Quantum mechanical close coupling approach to molecular collisions: Averaged definite parity j z approximation with Clebsch–Gordan weights

Abstract

The new averaged definite parity jz(ADPjz) approximation is considered in detail from the standpoint of the exact body frame CC cross section equations. These cross section equations are decomposed into contributions from the various possible orbital angular momenta and projections of the total angular momentum J onto the scattering vector. This decomposition then permits a clearer examination of the quantities actually approximated in jz-conserving approximations. The various contributions to the exact cross sections are regrouped into components having the same form as the jzCCS and DPjz approximate equations. It is found that the labeling of jzCCS amplitude densities by an orbital angular momentum quantum number enters in a very natural way and in fact that only labeling by l̄ is permitted for consistency. Further, it is shown that only the amplitude density is approximated and this does not require the body frame T-matrix to be diagonal in jz.
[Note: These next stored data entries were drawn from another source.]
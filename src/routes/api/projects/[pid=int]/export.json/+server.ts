import { api } from '$lib/server/api';
import { requireRole } from '$lib/server/authz';
import { getProject } from '$lib/server/db/projects';
import { downloadName, exportProject } from '$lib/server/export/json';
import type { RequestHandler } from './$types';

export const GET: RequestHandler = api((event) => {
	const { projectId } = requireRole(event, event.params.pid, 'viewer');
	const name = downloadName(getProject(projectId)!.name, 'project', 'json');
	return new Response(JSON.stringify(exportProject(projectId), null, 2), {
		headers: {
			'content-type': 'application/json; charset=utf-8',
			'content-disposition': `attachment; filename="${name}"`,
			'cache-control': 'no-store'
		}
	});
});
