/**
 * Seeds the demo project once. Running it again finds the project by name
 * and the demo owner, and changes nothing.
 */
export async function seedDemo(database: Db): Promise<{ projectId: number; created: boolean }> {
	const ids = await ensureDemoUsers(database);
	const existing = database
		.select({ id: projects.id })
		.from(projects)
		.innerJoin(memberships, eq(memberships.projectId, projects.id))
		.where(eq(projects.name, DEMO_PROJECT_NAME))
		.all()
		.find(() => true);
	if (existing) return { projectId: existing.id, created: false };

	const projectId = database.transaction((tx) => {
		const project = tx
			.insert(projects)
			.values({
				name: DEMO_PROJECT_NAME,
				venue: 'Moored ferry, north quay (invented)',
				startsOn: '2027-03-08',
				endsOn: '2027-03-19',
				notes: 'Night exteriors on the river. Battery units on deck; mains only from the quay distro.',
				artnetOffset: 1
			})
			.returning()
			.get();
		for (const u of DEMO_USERS) {
			tx.insert(memberships)
				.values({ projectId: project.id, userId: ids.get(u.email)!, role: u.role })
				.run();
		}

		const modeIds = new Map<string, { typeId: number; modeId: number }>();
		for (const t of TYPES) {
			const type = tx
				.insert(fixtureTypes)
				.values({ projectId: project.id, maker: t.maker, model: t.model, notes: t.notes })
				.returning()
				.get();
			t.modes.forEach((m, mi) => {
				const mode = tx
					.insert(modes)
					.values({
						typeId: type.id,
						name: m.name,
						position: mi,
						inputVoltsMin: m.inputVolts?.min ?? null,
						inputVoltsMax: m.inputVolts?.max ?? null
					})
					.returning()
					.get();
				m.channels.forEach((c, ci) => {
					tx.insert(modeChannels)
						.values({
							modeId: mode.id,
							position: ci,
							offset: c.offset,
							parameter: c.parameter,
							bits: c.bits ?? 8,
							defaultValue: c.default ?? 0,
							min: c.min ?? null,
							max: c.max ?? null,
							unit: c.unit ?? null
						})
						.run();
				});
				modeIds.set(`${t.model}/${m.name}`, { typeId: type.id, modeId: mode.id });
			});
		}

		const uni = (number: number, name: string, transport: (typeof universes.$inferInsert)['transport'], notes = '') =>
			tx.insert(universes).values({ projectId: project.id, number, name, transport, notes }).returning().get().id;
		const u1 = uni(1, 'Wheelhouse, wired', 'dmx-wired', 'Desk output A, 5-pin run along the rail');
		const u2 = uni(2, 'Main deck', 'sacn', 'Node on the mast, port 1');
		const u3 = uni(
			3,
			'Stern & river bank',
			'dmx-wireless',
			'Wireless transmitter on the roof, receivers on each bank stand'
		);
		const u4 = uni(4, 'Quay', 'artnet', 'Node in the quay distro box');

		const rx = tx
			.insert(receivers)
			.values({
				projectId: project.id,
				name: 'Tender boat rig',
				protocol: 'sbus',
				transmitterNotes: 'Handheld transmitter with the gaffer; model memory 3 "FERRY".'
			})
			.returning()
			.get();
		const labels: [number, string][] = [
			[1, 'right stick up/down'],
			[2, 'right stick left/right'],
			[3, 'left stick up/down'],
			[4, 'left stick left/right'],
			[5, 'knob S1'],
			[6, 'knob S2'],
			[7, 'slider LS'],
			[8, 'slider RS'],
			[17, 'switch SA (on/off)']
		];
		for (const [channel, label] of labels)
			tx.insert(receiverLabels).values({ receiverId: rx.id, channel, label }).run();

		let number = 100;
		const add = (
			key: string,
			label: string,
			control: Partial<typeof fixtures.$inferInsert>,
			extra: Partial<typeof fixtures.$inferInsert> = {}
		) => {
			const { typeId, modeId } = modeIds.get(key)!;
			number++;
			return tx
				.insert(fixtures)
				.values({ projectId: project.id, number, label, typeId, modeId, ...control, ...extra })
				.returning()
				.get().id;
		};
		const dmx = (universeId: number, address: number) => ({ controlKind: 'dmx' as const, universeId, address });

		// Universe 1: twelve 16-bit panels for the wheelhouse, then two balls
		const states = ['checked', 'checked', 'addressed', 'addressed', 'hung', 'planned'] as const;
		let leader = 0;
		for (let i = 0; i < 12; i++) {
			const id = add('Skiff Panel 60/HSIC 16-bit', `WHEEL ${i + 1}`, dmx(u1, 1 + i * 8), {
				position: i < 6 ? 'Wheelhouse ceiling, port' : 'Wheelhouse ceiling, starboard',
				groupName: 'Wheelhouse',
				state: states[i % states.length],
				watts: 90,
				lookHue: 30,
				lookSaturation: 20,
				lookIntensity: 60
			});
			if (i === 0) leader = id;
		}
		add('Lantern Ball 40/Dimmer 16-bit', 'WHEEL BALL A', dmx(u1, 97), {
			position: 'Over chart table',
			groupName: 'Wheelhouse',
			watts: 60,
			lookCct: 3200,
			lookIntensity: 40
		});
		add('Lantern Ball 40/Dimmer 16-bit', 'WHEEL BALL B', dmx(u1, 99), {
			position: 'Over helm',
			groupName: 'Wheelhouse',
			watts: 60,
			lookCct: 3200,
			lookIntensity: 40
		});
		// a second panel slaved to WHEEL 1 over its own link cable
		add(
			'Skiff Panel 60/HSIC 16-bit',
			'WHEEL 1 FOLLOW',
			{ controlKind: 'follow', leaderId: leader },
			{ position: 'Wheelhouse ceiling, port', groupName: 'Wheelhouse', watts: 90 }
		);

		// Universe 2: ten tubes in the 11-slot mode, on round-ish addresses
		for (let i = 0; i < 10; i++) {
			add('Reed Tube 120/HSIC 16-bit + FX', `DECK TUBE ${i + 1}`, dmx(u2, 1 + i * 20), {
				position: `Main deck rail ${i < 5 ? 'port' : 'starboard'} ${(i % 5) + 1}`,
				groupName: 'Deck',
				state: i < 4 ? 'hung' : 'planned',
				watts: 45,
				lookHue: 210,
				lookSaturation: 70,
				lookIntensity: 35
			});
		}
		add('Deck Dimmer 4/4 channel', 'PRACTICALS', dmx(u2, 301), {
			position: 'Saloon',
			groupName: 'Practicals',
			watts: 2400,
			notes: 'Mains from quay distro; RCD-protected.'
		});

		// Universe 3: six 8-bit panels, a three-tube link group, and a deliberate overlap
		for (let i = 0; i < 6; i++) {
			add('Skiff Panel 60/HSIC 8-bit', `STERN ${i + 1}`, dmx(u3, 1 + i * 4), {
				position: 'Stern rail',
				groupName: 'Stern',
				watts: 90,
				lookCct: 5600,
				lookIntensity: 70
			});
		}
		for (let i = 0; i < 3; i++) {
			add('Reed Tube 120/HSIC 8-bit', `BANK TUBE ${i + 1}`, dmx(u3, 41), {
				position: `River bank stand ${i + 1}`,
				groupName: 'Bank',
				linkGroup: 'BANK-CHAIN',
				watts: 45,
				lookHue: 200,
				lookSaturation: 90,
				lookIntensity: 50
			});
		}
		// starts on slot 23 while STERN 6 holds 21–24: the overlap the demo shows off
		add('Skiff Panel 60/HSIC 8-bit', 'STERN SPARE', dmx(u3, 23), {
			position: 'Stern, on the deck',
			groupName: 'Stern',
			watts: 90,
			notes: 'Re-address before call: overlaps STERN 6.'
		});

		// Universe 4: quay balls, and a puck with per-parameter addresses
		for (let i = 0; i < 4; i++) {
			add('Lantern Ball 40/CCT 8-bit', `QUAY BALL ${i + 1}`, dmx(u4, 1 + i * 2), {
				position: `Quay lamp post ${i + 1}`,
				groupName: 'Quay',
				watts: 60,
				lookCct: 2700,
				lookIntensity: 55
			});
		}
		add(
			'Puck 8/HSI 8-bit',
			'QUAY PUCK',
			{ controlKind: 'dmx-map', universeId: u4, addressMap: { intensity: 20, hue: 30, saturation: 31 } },
			{ position: 'Bollard 3', groupName: 'Quay', watts: 8 }
		);

		// Radio: pucks on the tender boat; two share channels as a link group
		add(
			'Puck 8/HSI 8-bit',
			'TENDER BOW',
			{ controlKind: 'rc', receiverId: rx.id, rcChannels: { intensity: 1, hue: 2, saturation: 3 } },
			{ position: 'Tender bow', groupName: 'Tender', watts: 8 }
		);
		add(
			'Puck 8/HSI 8-bit',
			'TENDER STERN',
			{ controlKind: 'rc', receiverId: rx.id, rcChannels: { intensity: 4, hue: 5, saturation: 6 } },
			{ position: 'Tender stern', groupName: 'Tender', watts: 8 }
		);
		for (const side of ['PORT', 'STBD']) {
			add(
				'Puck 8/HSI 8-bit',
				`TENDER ${side}`,
				{ controlKind: 'rc', receiverId: rx.id, rcChannels: { intensity: 7, hue: 8, saturation: 9 } },
				{ position: `Tender gunwale ${side.toLowerCase()}`, groupName: 'Tender', linkGroup: 'TENDER-SIDES', watts: 8 }
			);
		}
		add(
			'Lantern Ball 40/CCT 8-bit',
			'HAND LANTERN',
			{ controlKind: 'manual' },
			// no wattage on purpose: the Power page asks for one (no-power-data)
			{ position: 'Carried by cast', groupName: 'Props', notes: 'Set on the unit: 2700 K, 40 %.' }
		);

		seedPower(tx, project.id);

		return project.id;
	});
	return { projectId, created: true };
}
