//! The reader as a campaign uses it: which reader a leg's windows are read
//! with, what the plan tells the reader about each window, and the static checks
//! `legwork check` runs on every leg's reader settings.

use super::config::{ColumnRef, DudlColumns, Energies, OnConflict, ReaderConfig, ReaderFormat};
use super::{validate_output_with, ReadError, WindowHint};
use crate::campaign::Campaign;
use crate::plan::{Plan, TaskIndex};
use std::path::{Path, PathBuf};

/// A leg's own `reader:`, when the campaign gives it one.
///
/// The reader of leg `leg`: its own `reader:`, else the campaign's (every
/// caller — collect, the done check, `check`, `try-reader` — goes through this).
pub fn leg_reader<'a>(campaign: &'a Campaign, leg: &str) -> &'a ReaderConfig {
    match campaign.leg(leg) {
        Some(l) => campaign.reader_for(l),
        None => &campaign.reader,
    }
}

/// What the plan knows about one window task: the state it samples, every
/// state's λ (per component when the leg has several), and the campaign's
/// temperature.
pub fn window_hint(campaign: &Campaign, plan: &Plan, task: TaskIndex) -> WindowHint {
    let t = &plan.tasks[task];
    let Some(leg) = plan.leg(&t.leg) else {
        return WindowHint::default();
    };
    let component_lambdas = (leg.components.len() > 1).then(|| {
        leg.components
            .iter()
            .enumerate()
            .map(|(c, n)| (n.clone(), leg.states.iter().map(|s| s[c]).collect()))
            .collect()
    });
    WindowHint {
        state: t.window,
        lambdas: Some(leg.lambdas.clone()),
        component_lambdas,
        temperature_k: None,
        campaign_temperature_k: Some(campaign.temperature_k),
        what: Some(match t.window {
            Some(w) => format!("leg {}, window {w}", t.leg),
            None => format!("leg {}", t.leg),
        }),
    }
}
After the approximate amplitude density is substituted into the exact partial cross section expression, the resulting equations for the partial cross sections σJ(j0→j) lead to an average over the effective orbital angular momenta with weights wJlλ(j ‖j0) =〈l0jλ‖Jλ〉2[(2l+1)/(2J+1)]. A similar analysis of the definite parity partial cross section leads to an average over the effective orbital angular momenta of the proper parity with weights wJplλ(j ‖j0) =〈l0jλ‖Jλ〉2[(2l+1)/(2J+1)][2/(1+δλ,0)]. This enables one to include effects of the various turning points associated with values of l satisfying ‖J−j‖⩽l ⩽J+j. The present method of including parity through the values of l averaged also can correctly describe situations where the odd parity partial cross section is larger than the even parity partial cross section. The result is an approximation which describes definite parity partial cross sections, integral cross sections, and differential cross sections with very high accuracy. Finally, the ADPjz is a general method for which other averaging weights are possible. The previously obtained constant weight version is compared to the present Clebsch–Gordan weight version by applying both to He+H2 collisions. Results for definite parity partial cross sections and integral cross sections are used as the basis of the comparison.